_The problem_
In the entries below, find the line with "readonly isBracketUnit: boolean" and the line with "v23: 'v a', v24: 'v". Reproduce those two lines and every line between them exactly, and nothing more.

_The data_
┏━━

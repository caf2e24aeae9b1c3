/** A header taken apart: its words, and the unit it names, in every way that could be meant. */
import { findUnit, plainText } from '../units/unit-register'
import type { Unit } from '../units/unit-register'

export interface HeaderReading {
  readonly words: readonly string[]
  /** null: the header names no unit. */
  readonly unit: Unit | null
  readonly isBracketUnit: boolean
  /** Text in brackets that is neither a unit nor words of the trade, once `words` are known not to need it. */
  readonly bracket: string | null
}

/** Words run together, as they often are in a header of few letters. A map: "constructor" may be a header, too. */
const RUN_TOGETHER = new Map(Object.entries({
  vf: 'v fwd', vr: 'v rev', if: 'i fwd', ir: 'i rev', va: 'v a', vb: 'v b', ia: 'i a', ib: 'i b', ra: 'r a', rb: 'r b',
  uf: 'u fwd', ur: 'u rev', ua: 'u a', ub: 'u b',
  vfwd: 'v fwd', vrev: 'v rev', ifwd: 'i fwd', irev: 'i rev', vpos: 'v fwd', vneg: 'v rev', ipos: 'i fwd', ineg: 'i rev',
  v23: 'v a', v24: 'v b', i14: 'i a', i13: 'i b', vab: 'v b', sheetresistance: 'sheet resistance', sheetrho: 'sheet rho',
  dieno: 'die no', diex: 'die x', diey: 'die y', xdie: 'die x', ydie: 'die y', xpos: 'x', ypos: 'y', posx: 'x', posy: 'y',
  xcoord: 'x', ycoord: 'y', xloc: 'x', yloc: 'y', waferid: 'wafer id', waferno: 'wafer no', wafernumber: 'wafer no', lotid: 'lot id',
  lotno: 'lot no', lotnumber: 'lot no', siteno: 'site no', siteid: 'site id', sitenumber: 'site no', slotno: 'slot no',
  datetime: 'date time', timestamp: 'timestamp',
})) // prettier-ignore

/** Pin pairs: SEMI MF1529 has the current on 1-4 and the voltage on 2-3 in A, the current on 1-3 and the voltage on 2-4 in B. */
const PIN_PAIRS: ReadonlyMap<string, string> = new Map(Object.entries({ '14': 'a', '23': 'a', '13': 'b', '24': 'b' }))

const BRACKETS = /\(([^()]*)\)|\[([^[\]]*)\]|\{([^{}]*)\}|<([^<>]*)>/g
const SEPARATORS = /[\s_,;:/\\.·*|=-]+/

/** The ways to read a header, the likeliest first. */
export function readHeader(header: string): readonly HeaderReading[] {
  const text = spellOut(plainText(header))
  const brackets = [...text.matchAll(BRACKETS)].map((match) => match.slice(1).find((part) => part !== undefined) ?? '')
  const outside = text.replace(BRACKETS, ' ')
  const readings: HeaderReading[] = []
  // "V/I (A) (ohm)": which of two units is the unit and which a name, the words will tell. The last is the likelier.
  for (let at = brackets.length - 1; at >= 0; at--) {
    const unit = findUnit(brackets[at])
    if (unit === null) continue
    const rest = brackets.filter((_, other) => other !== at).join(' ')
    readings.push({ words: wordsOf(`${outside} ${rest}`), unit, isBracketUnit: true, bracket: null })
  }
  if (readings.length === 0) readings.push(...suffixReadings(tokensOf(`${brackets.join(' ')} ${outside}`)))
  readings.push({ words: wordsOf(`${outside} ${brackets.join(' ')}`), unit: null, isBracketUnit: false, bracket: null })
  if (brackets.length > 0)
    readings.push({ words: wordsOf(outside), unit: null, isBracketUnit: false, bracket: brackets.join(' ') })
  return readings
}

/** A unit may be the last one, two or three tokens: `x_mm`, `rho_ohm_cm`, `Rs ohm per sq`; the longest first. */
function suffixReadings(tokens: readonly string[]): HeaderReading[] {
  const readings: HeaderReading[] = []
  for (let size = Math.min(4, tokens.length); size >= 1; size--) {
    const unit = findUnit(tokens.slice(-size).join(' '))
    if (unit)
      readings.push({ words: wordsOf(tokens.slice(0, -size).join(' ')), unit, isBracketUnit: false, bracket: null })
  }
  return readings
}

/** Signs that carry meaning to words, before the separators take them. */
function spellOut(text: string): string {
  return text
    .replace(/\b([VU])\s*\/\s*I\b/gi, ' voveri ')
    .replace(/\bV[\s_]over[\s_]I/gi, ' voveri ')
    .replace(
      /([A-Za-z])\s*[([]\s*([+-])\s*[)\]]/g,
      (_, letter: string, sign: string) => `${letter} ${sign === '+' ? 'fwd' : 'rev'} `,
    )
    .replace(
      /\b([VIU])([+-])(?=$|[\s_([{,])/gi,
      (_, letter: string, sign: string) => `${letter} ${sign === '+' ? 'fwd' : 'rev'} `,
    )
    .replace(/ρ/g, ' rho ')
    .replace(/[θϑ]/g, ' theta ')
    .replace(/[φϕ]/g, ' phi ')
    .replace(/#|№/g, ' no ')
}

function tokensOf(text: string): string[] {
  return text
    .split(SEPARATORS)
    .filter((token) => token !== '')
    .flatMap((token) => (token.length > 3 ? token.split(/(?<=[a-z])(?=[A-Z])/) : [token]))
}

function wordsOf(text: string): string[] {
  const words = tokensOf(text).flatMap((token) =>
    (RUN_TOGETHER.get(token.toLowerCase()) ?? token.toLowerCase()).split(' '),
  )
  const joined: string[] = []
  for (let at = 0; at < words.length; at++) {
    const pair = PIN_PAIRS.get(`${words[at]}${words[at + 1] ?? ''}`) ?? PIN_PAIRS.get(words[at])
    if (pair === undefined) joined.push(words[at])
    else {
      joined.push(pair)
      if (words[at].length === 1) at++
    }
  }
  return joined
}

┗━━

_Problem solution_
  readonly isBracketUnit: boolean
  /** Text in brackets that is neither a unit nor words of the trade, once `words` are known not to need it. */
  readonly bracket: string | null
}

/** Words run together, as they often are in a header of few letters. A map: "constructor" may be a header, too. */
const RUN_TOGETHER = new Map(Object.entries({
  vf: 'v fwd', vr: 'v rev', if: 'i fwd', ir: 'i rev', va: 'v a', vb: 'v b', ia: 'i a', ib: 'i b', ra: 'r a', rb: 'r b',
  uf: 'u fwd', ur: 'u rev', ua: 'u a', ub: 'u b',
  vfwd: 'v fwd', vrev: 'v rev', ifwd: 'i fwd', irev: 'i rev', vpos: 'v fwd', vneg: 'v rev', ipos: 'i fwd', ineg: 'i rev',
  v23: 'v a', v24: 'v b', i14: 'i a', i13: 'i b', vab: 'v b', sheetresistance: 'sheet resistance', sheetrho: 'sheet rho',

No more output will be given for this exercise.